You may be surprised to learn that customers and companies aren’t chomping at the bit for new technologies. Instead, what they want are solutions.

Getting to that point has meant shedding some traditional approaches – like “pushing” technologies out of academia hoping there will be a receptive company willing to pay fat licensing fees. Unfortunately, many start-up and early-stage companies go bankrupt trying to commercialize a technology that isn’t fully proven, too expensive or has no customers.

Investors have also wised up. During the heady dot-com days in the 1990s, it seemed like venture capital grew on trees for any start-up with a cool name and a headline grabbing story to tell. Today, investors are more experienced and more cautious – they want proof that a technology has been tested, validated and meets a clear market need.

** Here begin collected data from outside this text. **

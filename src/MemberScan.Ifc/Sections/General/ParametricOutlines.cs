using System.Collections.Immutable;
using System.Globalization;
using MemberScan.Foundation.Geometry;
using MemberScan.Mechanics.Profiles;
using MemberScan.Mechanics.Sections;

namespace MemberScan.Ifc.Sections.General;

/// <summary>
/// Parametric profiles that are no round, tube, rectangle or box: I, L, U and T with root fillets alone become open profiles, all others
/// outlines. Profiles are centred on the middle of their bounding box (IFC documentation of IfcParameterizedProfileDef).
/// </summary>
internal static class ParametricOutlines
{
    private const string SlopeNote = "sloped flanges: their thickness is taken where rolled sections give it, at a quarter of the width of an I or T and half the width of a channel (from memory)";

    /// <summary>A profile as read.</summary>
    /// <param name="Shape">The section; null when the dimensions make none.</param>
    /// <param name="Centroid">Its centroid from the profile's origin [m].</param>
    /// <param name="Notes">What a reader must know.</param>
    /// <param name="Fault">What is wrong; null when nothing is.</param>
    public readonly record struct Made(CrossSection? Shape, Vector3 Centroid, ImmutableArray<string> Notes, SectionFault? Fault);

    /// <summary>Reads a profile; null when its class is not one of these.</summary>
    public static Made? Of(ParametricDims d) => d.Profile.Keyword switch
    {
        "IFCISHAPEPROFILEDEF" => I(d),
        "IFCASYMMETRICISHAPEPROFILEDEF" => AsymmetricI(d),
        "IFCLSHAPEPROFILEDEF" => L(d),
        "IFCUSHAPEPROFILEDEF" => U(d),
        "IFCTSHAPEPROFILEDEF" => T(d),
        "IFCCSHAPEPROFILEDEF" => C(d),
        "IFCZSHAPEPROFILEDEF" => Z(d),
        "IFCELLIPSEPROFILEDEF" => Ellipse(d),
        "IFCTRAPEZIUMPROFILEDEF" => Trapezium(d),
        _ => null,
    };

    private readonly record struct Flange(double Width, double Thickness, double Fillet, double Edge, double Slope);

    private static Made I(ParametricDims d)
    {
        var (width, depth, web) = (d.Length(3), d.Length(4), d.Length(5));
        var flange = new Flange(width, d.Length(6), d.Optional(7), d.Optional(8), d.Slope(9));
        return flange is { Edge: 0, Slope: 0 }
            ? Open(OpenShape.I, depth, width, web, flange.Thickness, flange.Fillet)
            : Flanged("I", depth, web, flange, flange);
    }

    // In IFC2X3 the class is a kind of I profile, without roundings of edges and slopes; the place of its centroid stands there at 11.
    private static Made AsymmetricI(ParametricDims d)
    {
        var hasEdges = d.Profile.ArgumentCount > 12;
        var bottom = new Flange(d.Length(3), d.Length(6), d.Optional(7), hasEdges ? d.Optional(11) : 0, hasEdges ? d.Slope(12) : 0);
        var thickness = d.Profile[9].IsEmpty ? bottom.Thickness : d.Length(9);
        var top = new Flange(d.Length(8), thickness, d.Optional(10), hasEdges ? d.Optional(13) : 0, hasEdges ? d.Slope(14) : 0);
        return Flanged("asymmetric I", d.Length(4), d.Length(5), bottom, top);
    }

    private static Made Flanged(string label, double depth, double web, Flange bottom, Flange top)
    {
        if (Positive(depth, web, bottom.Width, bottom.Thickness, top.Width, top.Thickness) is { } fault) return Wrong(fault);
        if (web >= Math.Min(bottom.Width, top.Width) || bottom.Thickness + top.Thickness >= depth) return Wrong(Thick);

        double Inner(Flange f, double y) => f.Thickness + (f.Width / 4 - y) * Math.Tan(f.Slope);
        var (b1, b2, w, h) = (bottom.Width / 2, top.Width / 2, web / 2, depth / 2);
        var ring = new RoundedPolygon()
            .Corner(-b1, -h).Corner(b1, -h).Corner(b1, -h + Inner(bottom, b1), bottom.Edge).Corner(w, -h + Inner(bottom, w), bottom.Fillet)
            .Corner(w, h - Inner(top, w), top.Fillet).Corner(b2, h - Inner(top, b2), top.Edge).Corner(b2, h).Corner(-b2, h)
            .Corner(-b2, h - Inner(top, b2), top.Edge).Corner(-w, h - Inner(top, w), top.Fillet)
            .Corner(-w, -h + Inner(bottom, w), bottom.Fillet).Corner(-b1, -h + Inner(bottom, b1), bottom.Edge);
        return Outline(label, ring, bottom.Slope != 0 || top.Slope != 0 ? [SlopeNote] : []);
    }

    private static Made L(ParametricDims d)
    {
        var (depth, thickness, edge) = (d.Length(3), d.Length(5), d.Optional(7));
        var width = d.Profile[4].IsEmpty ? depth : d.Length(4);
        if (d.Slope(8) != 0) return Wrong("the legs slope, and where their thickness is meant is not certain");
        if (edge == 0) return Open(OpenShape.L, depth, width, thickness, thickness, d.Optional(6));
        if (Positive(depth, width, thickness) is { } fault) return Wrong(fault);
        if (thickness >= Math.Min(depth, width)) return Wrong(Thick);

        var (y, z) = (-width / 2, -depth / 2);
        return Outline("L", new RoundedPolygon()
            .Corner(y, z).Corner(-y, z).Corner(-y, z + thickness, edge).Corner(y + thickness, z + thickness, d.Optional(6)).Corner(y + thickness, -z, edge).Corner(y, -z), []);
    }

    private static Made U(ParametricDims d)
    {
        var (depth, width, web, flange, edge, slope) = (d.Length(3), d.Length(4), d.Length(5), d.Length(6), d.Optional(8), d.Slope(9));
        if (edge == 0 && slope == 0) return Open(OpenShape.U, depth, width, web, flange, d.Optional(7));
        if (Positive(depth, width, web, flange) is { } fault) return Wrong(fault);
        if (web >= width || 2 * flange >= depth) return Wrong(Thick);

        var (y, h) = (-width / 2, depth / 2);
        double Inner(double at) => h - flange + at * Math.Tan(slope);
        return Outline("U", new RoundedPolygon()
            .Corner(y, -h).Corner(-y, -h).Corner(-y, -Inner(-y), edge).Corner(y + web, -Inner(y + web), d.Optional(7))
            .Corner(y + web, Inner(y + web), d.Optional(7)).Corner(-y, Inner(-y), edge).Corner(-y, h).Corner(y, h), slope != 0 ? [SlopeNote] : []);
    }

    private static Made T(ParametricDims d)
    {
        var (depth, width, web, flange) = (d.Length(3), d.Length(4), d.Length(5), d.Length(6));
        var (edge, foot, slope) = (d.Optional(8), d.Optional(9), d.Slope(11));
        if (d.Slope(10) != 0) return Wrong("the web slopes, and where its thickness is meant is not certain");
        if (edge == 0 && foot == 0 && slope == 0) return Open(OpenShape.T, depth, width, web, flange, d.Optional(7));
        if (Positive(depth, width, web, flange) is { } fault) return Wrong(fault);
        if (web >= width || flange >= depth) return Wrong(Thick);

        var (w, b, h) = (web / 2, width / 2, depth / 2);
        double Inner(double at) => h - flange - (b / 2 - at) * Math.Tan(slope);
        return Outline("T", new RoundedPolygon()
            .Corner(-w, -h, foot).Corner(w, -h, foot).Corner(w, Inner(w), d.Optional(7)).Corner(b, Inner(b), edge).Corner(b, h)
            .Corner(-b, h).Corner(-b, Inner(b), edge).Corner(-w, Inner(w), d.Optional(7)), slope != 0 ? [SlopeNote] : []);
    }

    // A web at −y, lips that turn back at +y; bent from a strip, so outer corners are rounded round the same centres.
    private static Made C(ParametricDims d)
    {
        var (depth, width, wall, girth, inner) = (d.Length(3), d.Length(4), d.Length(5), d.Length(6), d.Optional(7));
        if (Positive(depth, width, wall, girth) is { } fault) return Wrong(fault);
        if (2 * wall >= Math.Min(depth, width) || girth <= wall || 2 * girth > depth) return Wrong(Thick);

        var (y, h, outer) = (width / 2, depth / 2, inner > 0 ? inner + wall : 0);
        return Outline("C", new RoundedPolygon()
            .Corner(-y, -h, outer).Corner(y, -h, outer).Corner(y, girth - h).Corner(y - wall, girth - h).Corner(y - wall, wall - h, inner)
            .Corner(wall - y, wall - h, inner).Corner(wall - y, h - wall, inner).Corner(y - wall, h - wall, inner).Corner(y - wall, h - girth)
            .Corner(y, h - girth).Corner(y, h, outer).Corner(-y, h, outer), []);
    }

    // The bottom flange points to +y, the top one to −y; FlangeWidth runs from the far face of the web.
    private static Made Z(ParametricDims d)
    {
        var (depth, flangeWidth, web, flange, root, edge) = (d.Length(3), d.Length(4), d.Length(5), d.Length(6), d.Optional(7), d.Optional(8));
        if (Positive(depth, flangeWidth, web, flange) is { } fault) return Wrong(fault);
        if (web >= flangeWidth || 2 * flange >= depth) return Wrong(Thick);

        var (w, y, h) = (web / 2, flangeWidth - web / 2, depth / 2);
        return Outline("Z", new RoundedPolygon()
            .Corner(-w, -h).Corner(y, -h).Corner(y, flange - h, edge).Corner(w, flange - h, root).Corner(w, h)
            .Corner(-y, h).Corner(-y, h - flange, edge).Corner(-w, h - flange, root), []);
    }

    private static Made Ellipse(ParametricDims d)
    {
        var (a, b) = (d.Length(3), d.Length(4));
        if (Positive(a, b) is { } fault) return Wrong(fault);
        if (Math.Abs(a / b - 1) < 1e-9) return new Made(new Round(a), Vector3.Zero, [], null);

        return OfRing("ellipse", EllipseRing.Of(a, b, out var deviation),
            [string.Create(CultureInfo.InvariantCulture, $"the ellipse is evaluated as {EllipseRing.Arcs} arcs, nowhere further from it than {deviation * 1e3:0.#####} mm")]);
    }

    private static Made Trapezium(ParametricDims d)
    {
        var (bottom, top, depth, offset) = (d.Length(3), d.Length(4), d.Length(5), d.Length(6));
        if (Positive(bottom, top, depth) is { } fault) return Wrong(fault);
        if (!double.IsFinite(offset)) return Wrong("its top edge has no place");
        if (Math.Abs(offset) < 1e-9 * bottom && Math.Abs(top / bottom - 1) < 1e-9) return new Made(new Rectangle(bottom, depth), Vector3.Zero, [], null);

        // From the bottom's left end; the origin is the middle of what both edges span.
        var (least, most) = (Math.Min(0, offset), Math.Max(bottom, offset + top));
        var (middle, h) = ((least + most) / 2, depth / 2);
        ImmutableArray<string> notes = Math.Abs(middle - bottom / 2) > 1e-9 * bottom ? ["the top edge overhangs the bottom one: the profile is centred on its bounding box"] : [];
        return Outline("trapezium", new RoundedPolygon()
            .Corner(-middle, -h).Corner(bottom - middle, -h).Corner(offset + top - middle, h).Corner(offset - middle, h), notes);
    }

    private static Made Open(OpenShape shape, double depth, double width, double web, double flange, double root)
    {
        if (OpenProfile.Fault(shape, depth, width, web, flange, root) is { } fault) return new Made(null, Vector3.Zero, [], fault);

        var profile = new OpenProfile(shape, depth, width, web, flange, root);
        return new Made(profile, new Vector3(profile.CentroidY - width / 2, profile.CentroidZ - depth / 2, 0), [], null);
    }

    private static Made Outline(string label, RoundedPolygon polygon, ImmutableArray<string> notes) =>
        polygon.Ring() is { } ring ? OfRing(label, ring, notes) : Wrong("a rounding does not fit between its neighbours");

    private static Made OfRing(string label, ImmutableArray<OutlineVertex> ring, ImmutableArray<string> notes) =>
        OutlineShapes.Of(label, [ring], out var centroid, out var fault) is { } section ? new Made(section, centroid, notes, null) : Wrong(fault);

    private const string Thick = "the walls are as thick as the profile";

    private static string? Positive(params ReadOnlySpan<double> dimensions)
    {
        foreach (var dimension in dimensions)
            if (!double.IsFinite(dimension) || dimension <= 0)
                return "a dimension is absent or not above zero";
        return null;
    }

    private static Made Wrong(string message) => new(null, Vector3.Zero, [], new SectionFault(message == Thick ? SectionFaultKind.WallOverRadius : SectionFaultKind.NotSimple, message));
}
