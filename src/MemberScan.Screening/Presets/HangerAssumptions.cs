using System.Globalization;
using MemberScan.Foundation.Geometry;
using MemberScan.Model.Forces;
using MemberScan.Model.Members;
using MemberScan.Model.Presets;
using MemberScan.Screening.Contacts;

namespace MemberScan.Screening.Presets;

/// <summary>Hanger rods and trapeze struts under the weight of a pipe.</summary>
internal sealed class HangerAssumptions(PresetMembers members, PresetUse use)
{
    /// <summary>Acceleration of gravity [m/s²].</summary>
    public const double Gravity = 9.80665;

    /// <summary>Share of the length by which a rod rises at least: 10° off the plumb line.</summary>
    private const double Plumb = 0.985;

    private static readonly string[] s_roles = ["hanger", "rod", "strut"];

    /// <summary>Load of one hanger point [N].</summary>
    public double Load => use.Preset.WeightFactor * Weight + use.Preset.Added;

    private double Weight => use.Spacing * use.Pipe!.WeightPerLength(use.ContentsDensity, Gravity);

    /// <summary>Forces of a member; empty when the preset is not for it.</summary>
    public IEnumerable<MemberForces> Of(Member member)
    {
        if (!PresetMembers.IsFor(use, member, s_roles)) return [];

        var blank = new Assumption(member.Key, use, "");
        if (members.Line(member.Key) is not { } line) return [blank.Doubt("the member is bent, or its section, length or axes are not known")];
        if (members.Doubt(line.Key, IsHanger) is { } doubt) return [blank.Doubt($"a contact is in doubt ({doubt.Words})")];
        if (members.IsLevel(member.Key)) return Strut(blank, line);

        return IsRod(member.Key) ? Rod(blank, line) : [blank.Doubt("the rod is not plumb")];
    }

    // Neighbours count by their role too: a pattern may name the rods alone.
    private bool IsHanger(string key) => PresetMembers.IsFor(use, members[key], s_roles) || s_roles.Contains(members[key].Role);

    private bool IsRod(string key) => IsHanger(key) && members.Line(key) is { } line && Math.Abs(line.Axes.X.Z) >= Plumb;

    private IEnumerable<MemberForces> Rod(Assumption blank, BarLine line)
    {
        var struts = members.Contacts.Of(line.Key).Where(c => c.IsCertain && IsHanger(c.Other(line.Key)) && members.IsLevel(c.Other(line.Key))).Select(c => c.Other(line.Key)).ToList();
        var model = struts.Count > 0
            ? $"a rod of a trapeze ({string.Join(", ", struts)}), hung from above, the pipe right beside it"
            : "a rod that carries the pipe alone, hung from above";
        yield return (blank with { Model = $"{model}; {Words}" }).Forces($"{Assumption.Kn(Load)} hung", [new(0, new(Load, 0, 0, 0, 0, 0)), new(line.Length, new(Load, 0, 0, 0, 0, 0))]);
    }

    private IEnumerable<MemberForces> Strut(Assumption blank, BarLine line)
    {
        var rods = members.Places(line.Key, IsRod);
        if (rods.Count < 2) return [blank.Doubt($"it touches {(rods.Count == 0 ? "no rod" : "one rod only")} within {members.Contacts.Tolerance * 1e3:0.#} mm")];

        var assumption = blank with { Model = $"simple spans between rods at {string.Join(", ", rods.Select(Assumption.At))}, the pipe at the worst place between them; {Words}" };
        return new BeamAssumptions(members, assumption, line, rods).Concentrated(Load, [line.Axes.Components(-Vector3.UnitZ)], betweenSupports: true);
    }

    private string Words
    {
        get
        {
            var pipe = use.Pipe!;
            var weight = string.Create(CultureInfo.InvariantCulture,
                $"pipe {pipe.Name} schedule {pipe.Schedule} ({pipe.Source}) with {use.Contents}, {Weight / use.Spacing:0.#} N/m over {use.Spacing:0.###} m");
            return use.Preset.Kind == PresetKind.SprinklerHanger
                ? string.Create(CultureInfo.InvariantCulture, $"{use.Preset.WeightFactor:0.##} × {weight} and {use.Preset.Added:0} N")
                : weight;
        }
    }
}
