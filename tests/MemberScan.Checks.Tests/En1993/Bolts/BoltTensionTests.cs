using MemberScan.Checks.En1993.Bolts;
using MemberScan.Checks.Threads;
using MemberScan.Foundation.Units;
using MemberScan.Mechanics.Forces;
using MemberScan.Model.Forces;
using MemberScan.Model.Verdicts;

namespace MemberScan.Checks.Tests.En1993.Bolts;

public sealed class BoltTensionTests
{
    [Theory]
    [InlineData("M12", 1.75, 84.3, 48.6)]
    [InlineData("M16", 2.0, 157, 90.4)]
    [InlineData("M20", 2.5, 245, 141.1)]
    public void The_resistance_of_8_8_bolts_is_the_customary_one(string name, double pitchMm, double areaMm2, double resistanceKN)
    {
        // 0.9·800·A_s/1.25 with the tabulated A_s, by hand; the same figures stand in design guides for EN 1993-1-8 (from memory).
        Assert.Equal(resistanceKN, BoltTension.F_t_Rd(Si.MPa(800), Si.Mm2(areaMm2), 1.25) / 1e3, 0.1);

        var set = BoltTension.Check(Rod(name, pitchMm, Si.KN(resistanceKN)), Si.MPa(800), 1.25, isCutThread: false, "settings");
        Assert.Equal(1.000, set.Worst!.Utilization!.Value, 0.0025);
    }

    [Fact]
    public void A_cut_thread_has_0_85_of_the_resistance()
    {
        var plain = BoltTension.Check(Rod("M12", 1.75, 1000), Si.MPa(400), 1.25, isCutThread: false, "settings").Worst!.Utilization!.Value;
        var cut = BoltTension.Check(Rod("M12", 1.75, 1000), Si.MPa(400), 1.25, isCutThread: true, "settings").Worst!.Utilization!.Value;

        Assert.Equal(plain / 0.85, cut, 12);
    }

    [Fact]
    public void Service_forces_torsion_and_a_factor_below_1_are_told()
    {
        var rod = Rod("M12", 1.75, 1000);

        Assert.Equal(ReasonCode.KindWithoutLimit, BoltTension.Check(rod with { Kind = SituationKind.Service }, 4e8, 1.25, false, "").Barred!.Why.Code);
        Assert.Equal(ReasonCode.CheckNotEvaluated, BoltTension.Check(rod with { Forces = rod.Forces with { T = 1 } }, 4e8, 1.25, false, "").Barred!.Why.Code);
        Assert.Throws<ArgumentOutOfRangeException>(() => BoltTension.Check(rod, 4e8, 0.9, false, ""));
    }

    private static RodCase Rod(string name, double pitchMm, double tension) => new()
    {
        Thread = new(ThreadSeries.Metric, Si.Mm(double.Parse(name[1..], System.Globalization.CultureInfo.InvariantCulture)), Si.Mm(pitchMm), "coarse"),
        ThreadSource = "name",
        Forces = new SectionForces(tension, 0, 0, 0, 0, 0),
        Kind = SituationKind.Design,
    };
}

Government funders are catching on too, favouring projects that have a customer base and can scale up companies. Many new funding programs also come with other new criteria: Don’t bother applying unless you have serious partners willing to put up time, talent, resources – and for larger firms, money.

For example, the centrepiece of Canada’s innovation strategy is its Innovation Superclusters Initiative. This $950-million federal experiment aims to drive collaboration among large and small companies, academia, government and others. What makes the model promising is that it comes with big dollars from both companies and government, is industry-led and laser-focused on solutions.

“We’ve had great start-ups and great technology. But what’s often missing is the support to take them to the next stage, and that requires partnerships,” says Jayson Myers, CEO, Next Generation Manufacturing Canada (NGen), one of five new innovation superclusters.

NGen is working with over 1,000 collaborators to develop, de-risk and scale-up new manufacturing capabilities for a broad range of industry sectors, including manufacturing, automotive, aerospace, steel, construction and biomedical. The goal is to make it easy for companies to adopt productivity-boosting technologies not traditionally used in manufacturing, such as digitization, the Internet of Things, artificial intelligence and additive manufacturing.

“A lot of companies shy away from investing in new technologies,” says Myers. “NGen can help by providing support and mentoring to help companies understand their processes and business objectives so they can see where new technologies add value.”

If it’s a challenge to DND, then it’s a challenge we will be proposing to Canadian innovators.
Eric Fournier, Director General (Science & Technology),
Defence Research and Development Canada

One NGen initiative, led by Toronto start-up iVexSol Canada, is developing an advanced manufacturing process for therapeutic lentiviral vectors – critical components in the manufacture of cell and gene therapies. Producing them has proven costly and inefficient.

“The project is about scaling up a unique manufacturing process that would radically reduce the cost and time to produce these lengthy viral vectors that are the raw material for developing stem cell-based therapeutic products, including cancer fighting drugs,” says Myers. The $4.25-million project is expected to create about 470 jobs.

MILITARY SEEKING IDEAS

Canada’s military is changing its approach to accessing innovation with an ambitious $1.6-billion, 20-year initiative called Innovation for Defence Excellence and Security (IDEaS). Rather than defining the solution, IDEaS presents challenges in need of solutions.

“We don’t want to limit ourselves to think of a problem through a solution. We want to say, ‘here is our problem and come with anything that can resolve it.’ We don’t have a bias or pre-conceived ideas on how we want to resolve it,” says Dr. Isabelle Desmartis, CEO and Assistant Deputy Minister, Science & Technology (S&T), at Defence Research and Development Canada (DRDC).

Launched in 2018, IDEaS increases the Department of National Defence’s (DND) research budget by approximately 20%. The program has built a network of more than 3,000 innovators from across Canada, and signed more than 170 agreements with Canadian academics, companies and others. For competitive projects, successful applicants receive up to $200,000, with another $1 million in potential funding if the initial results show promise.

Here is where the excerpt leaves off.